**Exercise data:**
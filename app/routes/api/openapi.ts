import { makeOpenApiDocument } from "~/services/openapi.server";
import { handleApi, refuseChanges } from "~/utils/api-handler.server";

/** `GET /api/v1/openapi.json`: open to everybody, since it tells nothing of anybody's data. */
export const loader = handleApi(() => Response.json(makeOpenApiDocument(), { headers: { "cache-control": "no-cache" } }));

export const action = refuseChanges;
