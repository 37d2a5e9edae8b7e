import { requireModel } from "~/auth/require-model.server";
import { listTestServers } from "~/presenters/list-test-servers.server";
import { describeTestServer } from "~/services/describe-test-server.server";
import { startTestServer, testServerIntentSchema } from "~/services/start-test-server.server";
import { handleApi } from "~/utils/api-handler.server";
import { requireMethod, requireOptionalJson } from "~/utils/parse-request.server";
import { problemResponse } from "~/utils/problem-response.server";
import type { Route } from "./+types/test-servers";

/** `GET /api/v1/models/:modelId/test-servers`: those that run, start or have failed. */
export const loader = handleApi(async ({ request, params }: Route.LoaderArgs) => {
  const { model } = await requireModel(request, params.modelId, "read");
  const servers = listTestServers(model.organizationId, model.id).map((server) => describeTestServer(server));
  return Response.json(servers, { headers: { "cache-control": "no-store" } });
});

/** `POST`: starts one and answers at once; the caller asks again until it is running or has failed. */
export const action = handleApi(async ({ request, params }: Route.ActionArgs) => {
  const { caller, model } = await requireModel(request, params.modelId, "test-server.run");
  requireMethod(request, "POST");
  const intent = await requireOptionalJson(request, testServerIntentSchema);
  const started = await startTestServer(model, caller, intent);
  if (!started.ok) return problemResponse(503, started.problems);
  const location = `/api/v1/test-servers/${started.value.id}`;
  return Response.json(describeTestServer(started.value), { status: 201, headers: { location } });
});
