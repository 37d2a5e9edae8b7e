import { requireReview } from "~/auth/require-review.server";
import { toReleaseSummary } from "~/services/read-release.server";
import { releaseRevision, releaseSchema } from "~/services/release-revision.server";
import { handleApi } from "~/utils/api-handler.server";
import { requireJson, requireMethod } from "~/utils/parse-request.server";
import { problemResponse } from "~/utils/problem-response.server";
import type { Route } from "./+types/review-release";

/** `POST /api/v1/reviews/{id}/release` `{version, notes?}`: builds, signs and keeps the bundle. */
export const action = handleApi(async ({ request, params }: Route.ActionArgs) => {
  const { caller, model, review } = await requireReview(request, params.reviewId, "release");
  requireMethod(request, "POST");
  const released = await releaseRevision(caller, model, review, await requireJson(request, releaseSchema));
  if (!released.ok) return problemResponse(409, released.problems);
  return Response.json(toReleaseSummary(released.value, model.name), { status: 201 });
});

--

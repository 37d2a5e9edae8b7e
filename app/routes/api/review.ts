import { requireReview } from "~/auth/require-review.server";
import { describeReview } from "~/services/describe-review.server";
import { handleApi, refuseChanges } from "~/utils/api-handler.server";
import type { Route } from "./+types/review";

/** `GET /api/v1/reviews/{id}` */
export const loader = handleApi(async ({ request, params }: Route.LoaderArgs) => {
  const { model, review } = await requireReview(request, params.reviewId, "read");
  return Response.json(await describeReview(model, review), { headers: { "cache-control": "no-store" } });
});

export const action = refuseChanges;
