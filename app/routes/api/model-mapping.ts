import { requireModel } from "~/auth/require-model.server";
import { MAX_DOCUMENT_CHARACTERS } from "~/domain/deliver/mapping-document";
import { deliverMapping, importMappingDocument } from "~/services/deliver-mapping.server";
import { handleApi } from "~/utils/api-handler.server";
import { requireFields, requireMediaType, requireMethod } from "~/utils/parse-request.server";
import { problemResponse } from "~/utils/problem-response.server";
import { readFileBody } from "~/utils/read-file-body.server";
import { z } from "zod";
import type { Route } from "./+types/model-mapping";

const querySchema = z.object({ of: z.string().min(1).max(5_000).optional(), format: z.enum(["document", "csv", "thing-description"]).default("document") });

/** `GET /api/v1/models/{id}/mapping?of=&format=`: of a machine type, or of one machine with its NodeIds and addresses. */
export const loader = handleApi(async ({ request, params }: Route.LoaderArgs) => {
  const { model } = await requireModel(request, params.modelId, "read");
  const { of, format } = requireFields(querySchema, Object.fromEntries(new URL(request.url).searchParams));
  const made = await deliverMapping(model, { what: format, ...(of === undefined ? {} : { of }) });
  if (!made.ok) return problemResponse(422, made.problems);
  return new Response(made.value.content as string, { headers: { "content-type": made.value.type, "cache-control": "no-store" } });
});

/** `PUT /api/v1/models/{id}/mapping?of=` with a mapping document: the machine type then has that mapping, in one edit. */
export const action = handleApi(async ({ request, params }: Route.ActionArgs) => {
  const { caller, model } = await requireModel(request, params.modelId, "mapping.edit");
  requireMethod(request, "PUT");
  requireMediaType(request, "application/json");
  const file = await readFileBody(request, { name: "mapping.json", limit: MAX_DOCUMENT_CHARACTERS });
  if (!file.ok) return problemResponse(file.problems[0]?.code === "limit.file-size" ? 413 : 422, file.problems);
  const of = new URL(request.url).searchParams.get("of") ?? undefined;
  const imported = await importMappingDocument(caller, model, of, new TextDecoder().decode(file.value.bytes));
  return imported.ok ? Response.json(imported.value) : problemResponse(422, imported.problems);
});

**Your task:** Starting at the line above that contains "const started = await", repeat each line exactly up to and including the line that contains "const released = await", and stop there.

**Answer area:**
  const started = await startTestServer(model, caller, intent);
  if (!started.ok) return problemResponse(503, started.problems);
  const location = `/api/v1/test-servers/${started.value.id}`;
  return Response.json(describeTestServer(started.value), { status: 201, headers: { location } });
});
repository 37d2a5e9edae8b7e
import { requireReview } from "~/auth/require-review.server";
import { toReleaseSummary } from "~/services/read-release.server";
import { releaseRevision, releaseSchema } from "~/services/release-revision.server";
import { handleApi } from "~/utils/api-handler.server";
import { requireJson, requireMethod } from "~/utils/parse-request.server";
import { problemResponse } from "~/utils/problem-response.server";
import type { Route } from "./+types/review-release";

/** `POST /api/v1/reviews/{id}/release` `{version, notes?}`: builds, signs and keeps the bundle. */
export const action = handleApi(async ({ request, params }: Route.ActionArgs) => {
  const { caller, model, review } = await requireReview(request, params.reviewId, "release");
  requireMethod(request, "POST");
  const released = await releaseRevision(caller, model, review, await requireJson(request, releaseSchema));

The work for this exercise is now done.